▶ **What to produce**:
Examine the records and identify each line that includes the string "commands". Copy those lines.

Source data
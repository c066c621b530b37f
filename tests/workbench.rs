//! The workbench driven without a terminal: commands on the app state (edit, step,
//! undo and redo, add and delete, save keeping comments), and whole screens drawn on a
//! `TestBackend` as snapshots. Torsion is not solved here, so every screen is
//! deterministic.

use crossterm::event::{KeyCode, KeyEvent, KeyModifiers};
use kern::file::git::Commit;
use kern::tui::app::{App, Focus, Mode, Picker, Solver};
use kern::tui::columns::Col;
use kern::tui::commands::compare::Revisions;
use kern::tui::commands::{self, run};
use kern::tui::config::Config;
use kern::tui::handle_key;
use kern::tui::keys::{markdown, Cmd};
use kern::tui::views;
use ratatui::backend::TestBackend;
use ratatui::layout::Rect;
use ratatui::Terminal;
use std::f64::consts::PI;
use std::path::{Path, PathBuf};

#[path = "support/scratch.rs"]
mod support_scratch;
use support_scratch::scratch;

const GIRDER: &str = include_str!("../sections/mezzanine-girder.toml");

fn app(text: &str) -> App {
    App::new(text.to_string(), None, Config::default(), Solver::Off).expect("valid section")
}

/// Runs `cmd` `n` times, as a user pressing its key.
fn repeat(a: &mut App, cmd: Cmd, n: usize) {
    for _ in 0..n {
        run(a, cmd);
    }
}

fn section(name: &str) -> String {
    let p = Path::new(env!("CARGO_MANIFEST_DIR"))
        .join("sections")
        .join(name);
    std::fs::read_to_string(p).expect("demo section readable")
}

fn key(app: &mut App, code: KeyCode) {
    handle_key(app, &KeyEvent::new(code, KeyModifiers::NONE));
}

fn typed(app: &mut App, s: &str) {
    for c in s.chars() {
        key(app, KeyCode::Char(c));
    }
}

/// Lines that differ between two texts of the same length in lines.
fn diff_lines(a: &str, b: &str) -> Vec<(String, String)> {
    a.lines()
        .zip(b.lines())
        .filter(|(x, y)| x != y)
        .map(|(x, y)| (x.to_string(), y.to_string()))
        .collect()
}

fn screen(app: &App, w: u16, h: u16) -> String {
    let mut t = Terminal::new(TestBackend::new(w, h)).expect("test terminal");
    t.draw(|f| views::render(app, f.area(), f.buffer_mut()))
        .expect("draw");
    t.backend().to_string()
}

#[test]
fn typing_a_param_changes_one_line_and_the_results() {
    let mut a = app(GIRDER);
    let ixx = a.analysis.props.ixx;
    run(&mut a, Cmd::SwitchList);
    assert_eq!(a.focus, Focus::Params);
    run(&mut a, Cmd::Edit);
    for _ in 0..3 {
        key(&mut a, KeyCode::Backspace);
    }
    typed(&mut a, "300");
    key(&mut a, KeyCode::Enter);
    // The same value typed again: nothing changes.
    assert!(diff_lines(GIRDER, &a.text).is_empty());
    run(&mut a, Cmd::Down);
    run(&mut a, Cmd::Edit);
    for _ in 0..3 {
        key(&mut a, KeyCode::Backspace);
    }
    typed(&mut a, "300");
    key(&mut a, KeyCode::Enter);
    assert_eq!(
        diff_lines(GIRDER, &a.text),
        vec![(
            "bf_bot = 250   # bottom flange width".to_string(),
            "bf_bot = 300   # bottom flange width".to_string()
        )]
    );
    assert!(a.analysis.props.ixx > ixx);
    assert!(a.modified());
}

▶ **Result for this task**:
//! The workbench driven without a terminal: commands on the app state (edit, step,
use kern::tui::commands::compare::Revisions;
use kern::tui::commands::{self, run};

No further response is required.